Start of Dataset records

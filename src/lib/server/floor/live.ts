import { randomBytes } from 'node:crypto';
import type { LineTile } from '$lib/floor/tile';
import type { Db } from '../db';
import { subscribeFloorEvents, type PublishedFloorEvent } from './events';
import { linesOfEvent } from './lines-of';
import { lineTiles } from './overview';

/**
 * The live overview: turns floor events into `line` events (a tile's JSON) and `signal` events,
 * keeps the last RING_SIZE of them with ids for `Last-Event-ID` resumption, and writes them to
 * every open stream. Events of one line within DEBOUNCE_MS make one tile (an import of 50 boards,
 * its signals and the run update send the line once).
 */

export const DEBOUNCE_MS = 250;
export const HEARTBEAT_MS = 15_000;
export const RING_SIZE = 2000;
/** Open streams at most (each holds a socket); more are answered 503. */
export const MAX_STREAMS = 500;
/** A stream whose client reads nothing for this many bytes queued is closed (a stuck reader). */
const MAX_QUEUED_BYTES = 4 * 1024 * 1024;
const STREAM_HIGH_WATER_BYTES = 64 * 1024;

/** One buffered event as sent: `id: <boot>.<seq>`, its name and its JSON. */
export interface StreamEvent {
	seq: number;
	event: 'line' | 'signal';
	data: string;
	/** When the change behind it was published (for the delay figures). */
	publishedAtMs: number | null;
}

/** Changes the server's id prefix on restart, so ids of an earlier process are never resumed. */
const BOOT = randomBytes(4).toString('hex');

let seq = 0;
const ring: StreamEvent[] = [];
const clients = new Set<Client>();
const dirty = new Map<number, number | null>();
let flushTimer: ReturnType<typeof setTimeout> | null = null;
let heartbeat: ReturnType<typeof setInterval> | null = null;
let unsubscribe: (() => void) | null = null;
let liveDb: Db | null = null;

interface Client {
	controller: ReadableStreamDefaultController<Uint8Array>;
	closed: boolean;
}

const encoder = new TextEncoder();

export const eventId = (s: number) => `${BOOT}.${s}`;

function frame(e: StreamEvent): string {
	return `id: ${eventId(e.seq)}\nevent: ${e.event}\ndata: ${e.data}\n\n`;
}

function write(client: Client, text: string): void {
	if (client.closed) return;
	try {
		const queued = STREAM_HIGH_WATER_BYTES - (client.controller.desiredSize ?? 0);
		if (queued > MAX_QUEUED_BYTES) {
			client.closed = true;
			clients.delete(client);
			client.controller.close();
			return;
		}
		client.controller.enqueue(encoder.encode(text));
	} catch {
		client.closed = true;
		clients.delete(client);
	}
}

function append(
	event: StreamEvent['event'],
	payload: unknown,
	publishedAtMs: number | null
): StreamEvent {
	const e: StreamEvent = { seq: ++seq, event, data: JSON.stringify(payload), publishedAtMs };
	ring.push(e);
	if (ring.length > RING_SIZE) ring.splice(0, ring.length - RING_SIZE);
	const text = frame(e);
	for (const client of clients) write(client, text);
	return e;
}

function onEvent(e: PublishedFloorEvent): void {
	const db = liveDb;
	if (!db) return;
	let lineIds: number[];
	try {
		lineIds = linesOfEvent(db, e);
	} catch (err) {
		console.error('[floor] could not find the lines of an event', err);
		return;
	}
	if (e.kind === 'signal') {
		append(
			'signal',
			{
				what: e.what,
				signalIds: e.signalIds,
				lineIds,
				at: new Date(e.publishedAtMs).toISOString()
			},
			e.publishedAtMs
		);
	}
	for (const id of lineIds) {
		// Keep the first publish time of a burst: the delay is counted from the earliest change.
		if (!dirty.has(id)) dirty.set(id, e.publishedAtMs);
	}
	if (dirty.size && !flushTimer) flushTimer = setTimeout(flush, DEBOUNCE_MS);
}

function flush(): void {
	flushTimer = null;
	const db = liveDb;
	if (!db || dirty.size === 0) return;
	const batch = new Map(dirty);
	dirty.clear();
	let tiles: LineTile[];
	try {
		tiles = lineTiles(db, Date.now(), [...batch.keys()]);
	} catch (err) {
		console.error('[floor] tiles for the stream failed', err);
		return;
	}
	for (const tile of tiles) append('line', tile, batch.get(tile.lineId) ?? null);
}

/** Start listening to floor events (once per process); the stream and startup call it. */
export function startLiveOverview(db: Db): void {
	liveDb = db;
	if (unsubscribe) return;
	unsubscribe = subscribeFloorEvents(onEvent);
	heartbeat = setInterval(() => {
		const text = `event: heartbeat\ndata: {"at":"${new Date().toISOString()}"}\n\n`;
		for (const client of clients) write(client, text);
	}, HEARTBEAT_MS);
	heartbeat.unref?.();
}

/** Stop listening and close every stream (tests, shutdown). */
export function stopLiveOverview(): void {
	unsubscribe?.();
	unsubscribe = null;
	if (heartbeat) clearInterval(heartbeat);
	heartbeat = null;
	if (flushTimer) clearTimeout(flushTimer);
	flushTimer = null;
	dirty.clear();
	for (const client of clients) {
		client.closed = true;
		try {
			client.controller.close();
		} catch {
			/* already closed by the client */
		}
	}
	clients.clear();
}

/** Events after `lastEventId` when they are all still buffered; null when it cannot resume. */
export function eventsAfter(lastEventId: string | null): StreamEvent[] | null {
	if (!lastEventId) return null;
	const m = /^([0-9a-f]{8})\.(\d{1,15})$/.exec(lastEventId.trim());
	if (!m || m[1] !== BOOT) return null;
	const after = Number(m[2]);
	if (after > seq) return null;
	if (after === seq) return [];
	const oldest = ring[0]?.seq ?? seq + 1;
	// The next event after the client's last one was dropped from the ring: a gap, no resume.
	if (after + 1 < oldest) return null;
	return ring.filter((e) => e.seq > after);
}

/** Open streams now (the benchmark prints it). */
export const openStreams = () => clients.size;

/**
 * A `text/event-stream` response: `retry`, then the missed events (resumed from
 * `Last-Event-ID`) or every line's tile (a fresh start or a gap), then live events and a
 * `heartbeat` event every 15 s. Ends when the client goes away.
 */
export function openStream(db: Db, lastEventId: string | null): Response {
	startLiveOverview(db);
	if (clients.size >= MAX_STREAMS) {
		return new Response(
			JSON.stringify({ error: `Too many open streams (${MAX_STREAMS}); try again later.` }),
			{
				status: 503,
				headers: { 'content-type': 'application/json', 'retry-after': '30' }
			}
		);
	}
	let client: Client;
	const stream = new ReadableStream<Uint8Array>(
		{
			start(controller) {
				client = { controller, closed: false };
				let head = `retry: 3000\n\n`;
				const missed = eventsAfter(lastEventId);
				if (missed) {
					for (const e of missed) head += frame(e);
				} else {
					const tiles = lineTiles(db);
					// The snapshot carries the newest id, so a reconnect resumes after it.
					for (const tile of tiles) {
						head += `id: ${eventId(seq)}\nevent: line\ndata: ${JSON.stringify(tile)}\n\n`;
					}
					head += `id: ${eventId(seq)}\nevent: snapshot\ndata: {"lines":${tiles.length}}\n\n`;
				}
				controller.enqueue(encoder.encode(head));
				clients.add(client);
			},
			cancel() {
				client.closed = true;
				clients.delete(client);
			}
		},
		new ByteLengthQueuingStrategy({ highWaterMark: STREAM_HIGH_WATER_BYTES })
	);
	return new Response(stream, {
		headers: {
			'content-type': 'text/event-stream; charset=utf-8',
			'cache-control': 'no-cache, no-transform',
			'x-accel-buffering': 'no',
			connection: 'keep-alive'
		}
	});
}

End of Dataset records

> _Assigned task_
Which of the lines above hold the string "then"? Copy each one.

> _Answer to this exercise_
 * A `text/event-stream` response: `retry`, then the missed events (resumed from
 * `Last-Event-ID`) or every line's tile (a fresh start or a gap), then live events and a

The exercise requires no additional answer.